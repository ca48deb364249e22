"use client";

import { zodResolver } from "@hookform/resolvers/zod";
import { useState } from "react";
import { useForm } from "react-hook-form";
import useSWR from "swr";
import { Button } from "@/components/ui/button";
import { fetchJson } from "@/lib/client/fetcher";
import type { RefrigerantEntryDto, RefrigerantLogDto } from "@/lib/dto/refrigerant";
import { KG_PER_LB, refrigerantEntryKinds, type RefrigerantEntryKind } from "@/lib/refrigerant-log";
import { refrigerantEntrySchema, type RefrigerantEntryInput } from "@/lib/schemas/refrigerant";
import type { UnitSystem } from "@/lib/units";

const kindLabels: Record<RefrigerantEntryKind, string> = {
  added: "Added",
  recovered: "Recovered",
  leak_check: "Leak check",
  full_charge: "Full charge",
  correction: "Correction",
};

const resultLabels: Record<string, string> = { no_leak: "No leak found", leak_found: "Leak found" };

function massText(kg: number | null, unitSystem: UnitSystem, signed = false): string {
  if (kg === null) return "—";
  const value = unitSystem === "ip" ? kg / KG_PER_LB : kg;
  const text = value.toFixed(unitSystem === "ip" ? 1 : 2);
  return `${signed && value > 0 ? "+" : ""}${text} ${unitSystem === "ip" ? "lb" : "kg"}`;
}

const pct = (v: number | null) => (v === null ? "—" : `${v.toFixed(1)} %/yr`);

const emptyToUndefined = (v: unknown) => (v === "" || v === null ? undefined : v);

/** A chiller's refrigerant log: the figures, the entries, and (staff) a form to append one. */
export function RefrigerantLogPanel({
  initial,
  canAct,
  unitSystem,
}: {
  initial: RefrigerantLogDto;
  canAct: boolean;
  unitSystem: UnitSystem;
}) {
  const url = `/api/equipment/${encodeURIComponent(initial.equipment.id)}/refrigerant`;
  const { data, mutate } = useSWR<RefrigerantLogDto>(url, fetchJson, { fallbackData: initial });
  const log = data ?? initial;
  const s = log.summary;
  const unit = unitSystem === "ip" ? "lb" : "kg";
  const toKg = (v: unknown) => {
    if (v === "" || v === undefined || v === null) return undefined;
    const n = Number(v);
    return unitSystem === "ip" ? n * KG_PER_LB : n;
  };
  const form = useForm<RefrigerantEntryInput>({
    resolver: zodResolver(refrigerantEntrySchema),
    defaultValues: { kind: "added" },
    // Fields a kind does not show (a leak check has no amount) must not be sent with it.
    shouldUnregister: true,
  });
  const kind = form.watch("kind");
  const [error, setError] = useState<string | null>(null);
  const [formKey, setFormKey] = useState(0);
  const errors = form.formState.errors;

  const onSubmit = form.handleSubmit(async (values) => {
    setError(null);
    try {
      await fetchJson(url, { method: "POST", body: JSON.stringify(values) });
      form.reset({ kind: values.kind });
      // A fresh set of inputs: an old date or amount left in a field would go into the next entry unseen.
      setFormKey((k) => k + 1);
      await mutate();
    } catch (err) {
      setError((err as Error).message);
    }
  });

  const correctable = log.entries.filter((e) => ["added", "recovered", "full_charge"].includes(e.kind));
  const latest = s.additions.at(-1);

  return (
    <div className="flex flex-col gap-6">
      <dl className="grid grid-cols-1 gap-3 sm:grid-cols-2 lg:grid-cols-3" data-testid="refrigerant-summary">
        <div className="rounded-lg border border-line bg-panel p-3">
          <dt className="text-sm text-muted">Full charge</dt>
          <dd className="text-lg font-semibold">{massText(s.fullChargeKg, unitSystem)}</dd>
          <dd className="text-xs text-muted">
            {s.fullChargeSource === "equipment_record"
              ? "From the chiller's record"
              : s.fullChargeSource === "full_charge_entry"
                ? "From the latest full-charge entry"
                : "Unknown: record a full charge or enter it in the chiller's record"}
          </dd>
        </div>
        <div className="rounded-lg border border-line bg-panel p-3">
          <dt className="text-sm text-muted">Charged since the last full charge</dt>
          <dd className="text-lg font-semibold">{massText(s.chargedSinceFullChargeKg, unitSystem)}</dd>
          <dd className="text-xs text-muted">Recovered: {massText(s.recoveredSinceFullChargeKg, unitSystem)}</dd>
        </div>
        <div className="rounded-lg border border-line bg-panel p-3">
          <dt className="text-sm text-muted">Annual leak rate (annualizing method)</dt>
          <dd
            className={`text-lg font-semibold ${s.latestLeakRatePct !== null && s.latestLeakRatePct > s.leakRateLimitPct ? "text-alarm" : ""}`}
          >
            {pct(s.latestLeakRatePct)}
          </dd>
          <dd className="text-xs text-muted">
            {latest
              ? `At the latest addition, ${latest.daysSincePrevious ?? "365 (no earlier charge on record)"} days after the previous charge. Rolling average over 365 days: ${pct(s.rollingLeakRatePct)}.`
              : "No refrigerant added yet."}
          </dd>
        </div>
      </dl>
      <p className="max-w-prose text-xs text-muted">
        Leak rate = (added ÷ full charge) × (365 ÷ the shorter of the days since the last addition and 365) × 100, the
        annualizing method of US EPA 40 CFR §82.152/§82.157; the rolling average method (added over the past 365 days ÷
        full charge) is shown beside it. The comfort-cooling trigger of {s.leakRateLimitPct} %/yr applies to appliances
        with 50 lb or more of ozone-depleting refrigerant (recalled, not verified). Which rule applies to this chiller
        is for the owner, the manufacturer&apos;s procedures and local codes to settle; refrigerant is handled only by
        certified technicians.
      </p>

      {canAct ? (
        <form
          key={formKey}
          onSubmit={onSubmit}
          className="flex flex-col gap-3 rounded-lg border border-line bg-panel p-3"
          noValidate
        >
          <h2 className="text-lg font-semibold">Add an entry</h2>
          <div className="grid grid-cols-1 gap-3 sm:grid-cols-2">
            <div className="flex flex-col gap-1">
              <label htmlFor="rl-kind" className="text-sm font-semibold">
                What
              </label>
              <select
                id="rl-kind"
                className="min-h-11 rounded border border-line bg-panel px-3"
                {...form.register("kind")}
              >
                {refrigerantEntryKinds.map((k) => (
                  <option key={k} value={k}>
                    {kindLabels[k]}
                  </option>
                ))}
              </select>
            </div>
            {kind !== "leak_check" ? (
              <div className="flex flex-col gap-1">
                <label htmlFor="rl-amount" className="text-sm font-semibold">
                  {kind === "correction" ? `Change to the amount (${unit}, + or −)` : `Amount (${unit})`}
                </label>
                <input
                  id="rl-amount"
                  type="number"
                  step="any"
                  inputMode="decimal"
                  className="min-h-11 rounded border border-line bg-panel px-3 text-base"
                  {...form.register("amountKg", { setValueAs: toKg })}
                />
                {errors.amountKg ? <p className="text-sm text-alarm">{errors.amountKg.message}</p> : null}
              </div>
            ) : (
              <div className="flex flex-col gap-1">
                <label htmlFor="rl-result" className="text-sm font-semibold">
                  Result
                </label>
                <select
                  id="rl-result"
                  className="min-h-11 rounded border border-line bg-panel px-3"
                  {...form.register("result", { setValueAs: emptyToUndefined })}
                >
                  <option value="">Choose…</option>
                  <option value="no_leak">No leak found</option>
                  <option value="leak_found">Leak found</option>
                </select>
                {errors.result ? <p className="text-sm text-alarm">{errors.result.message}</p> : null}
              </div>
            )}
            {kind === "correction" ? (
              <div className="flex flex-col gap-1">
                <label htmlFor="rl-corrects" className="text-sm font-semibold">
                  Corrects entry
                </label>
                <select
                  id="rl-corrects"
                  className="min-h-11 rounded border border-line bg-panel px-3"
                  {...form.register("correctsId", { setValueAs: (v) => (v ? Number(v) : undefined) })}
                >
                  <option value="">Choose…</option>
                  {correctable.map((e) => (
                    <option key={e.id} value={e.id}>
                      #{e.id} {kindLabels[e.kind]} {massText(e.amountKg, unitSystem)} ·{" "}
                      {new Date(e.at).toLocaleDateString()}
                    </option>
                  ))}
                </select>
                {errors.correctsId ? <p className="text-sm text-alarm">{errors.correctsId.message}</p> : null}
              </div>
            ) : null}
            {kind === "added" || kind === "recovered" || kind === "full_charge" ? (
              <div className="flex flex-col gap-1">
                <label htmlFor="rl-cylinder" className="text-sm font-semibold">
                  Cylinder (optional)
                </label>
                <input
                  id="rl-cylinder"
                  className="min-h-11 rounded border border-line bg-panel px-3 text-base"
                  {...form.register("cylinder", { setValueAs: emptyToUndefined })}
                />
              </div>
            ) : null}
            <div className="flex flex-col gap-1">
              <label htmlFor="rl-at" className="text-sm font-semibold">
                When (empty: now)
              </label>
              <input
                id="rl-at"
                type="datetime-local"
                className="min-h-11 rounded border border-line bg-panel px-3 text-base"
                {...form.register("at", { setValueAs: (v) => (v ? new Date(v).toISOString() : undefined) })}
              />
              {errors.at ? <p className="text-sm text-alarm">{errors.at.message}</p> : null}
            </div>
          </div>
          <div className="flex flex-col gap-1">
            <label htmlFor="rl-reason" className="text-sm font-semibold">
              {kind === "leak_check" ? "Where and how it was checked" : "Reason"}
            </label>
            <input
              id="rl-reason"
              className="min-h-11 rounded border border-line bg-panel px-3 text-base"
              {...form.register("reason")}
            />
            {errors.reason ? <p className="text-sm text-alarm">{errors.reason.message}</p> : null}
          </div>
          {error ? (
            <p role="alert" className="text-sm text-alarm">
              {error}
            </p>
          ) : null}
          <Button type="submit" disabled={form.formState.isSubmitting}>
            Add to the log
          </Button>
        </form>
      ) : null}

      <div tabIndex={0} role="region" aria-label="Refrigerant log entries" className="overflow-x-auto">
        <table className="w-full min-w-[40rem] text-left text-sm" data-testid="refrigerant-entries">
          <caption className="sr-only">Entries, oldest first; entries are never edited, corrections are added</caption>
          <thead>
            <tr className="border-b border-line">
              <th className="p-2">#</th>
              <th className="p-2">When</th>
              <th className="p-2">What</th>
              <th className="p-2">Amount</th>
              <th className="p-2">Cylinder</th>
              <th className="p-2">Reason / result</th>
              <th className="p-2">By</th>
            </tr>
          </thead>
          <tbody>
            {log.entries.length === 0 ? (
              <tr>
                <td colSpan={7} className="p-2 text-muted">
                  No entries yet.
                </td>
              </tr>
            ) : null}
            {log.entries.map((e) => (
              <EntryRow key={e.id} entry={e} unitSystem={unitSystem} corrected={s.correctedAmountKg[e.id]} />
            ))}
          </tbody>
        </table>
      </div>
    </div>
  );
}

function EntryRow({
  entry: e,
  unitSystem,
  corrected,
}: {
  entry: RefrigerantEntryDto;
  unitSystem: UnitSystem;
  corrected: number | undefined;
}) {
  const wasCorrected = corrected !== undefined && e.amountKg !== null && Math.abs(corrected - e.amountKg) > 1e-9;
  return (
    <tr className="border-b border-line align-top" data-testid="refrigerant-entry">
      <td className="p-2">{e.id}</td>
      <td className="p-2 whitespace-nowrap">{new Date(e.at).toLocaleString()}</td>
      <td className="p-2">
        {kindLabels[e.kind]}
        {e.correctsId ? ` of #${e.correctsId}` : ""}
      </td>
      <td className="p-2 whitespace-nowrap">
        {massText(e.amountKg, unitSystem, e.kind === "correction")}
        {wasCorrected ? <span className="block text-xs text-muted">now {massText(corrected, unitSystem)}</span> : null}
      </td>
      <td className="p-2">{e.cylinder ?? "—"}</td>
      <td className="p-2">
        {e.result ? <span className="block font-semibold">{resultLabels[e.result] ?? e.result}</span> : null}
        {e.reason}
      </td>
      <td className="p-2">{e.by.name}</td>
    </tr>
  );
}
··········
WHAT THE EXERCISE ASKS
In the records above, locate the lines holding the word "summary". Copy each of them.

RESPONSE
  const s = log.summary;
      <dl className="grid grid-cols-1 gap-3 sm:grid-cols-2 lg:grid-cols-3" data-testid="refrigerant-summary">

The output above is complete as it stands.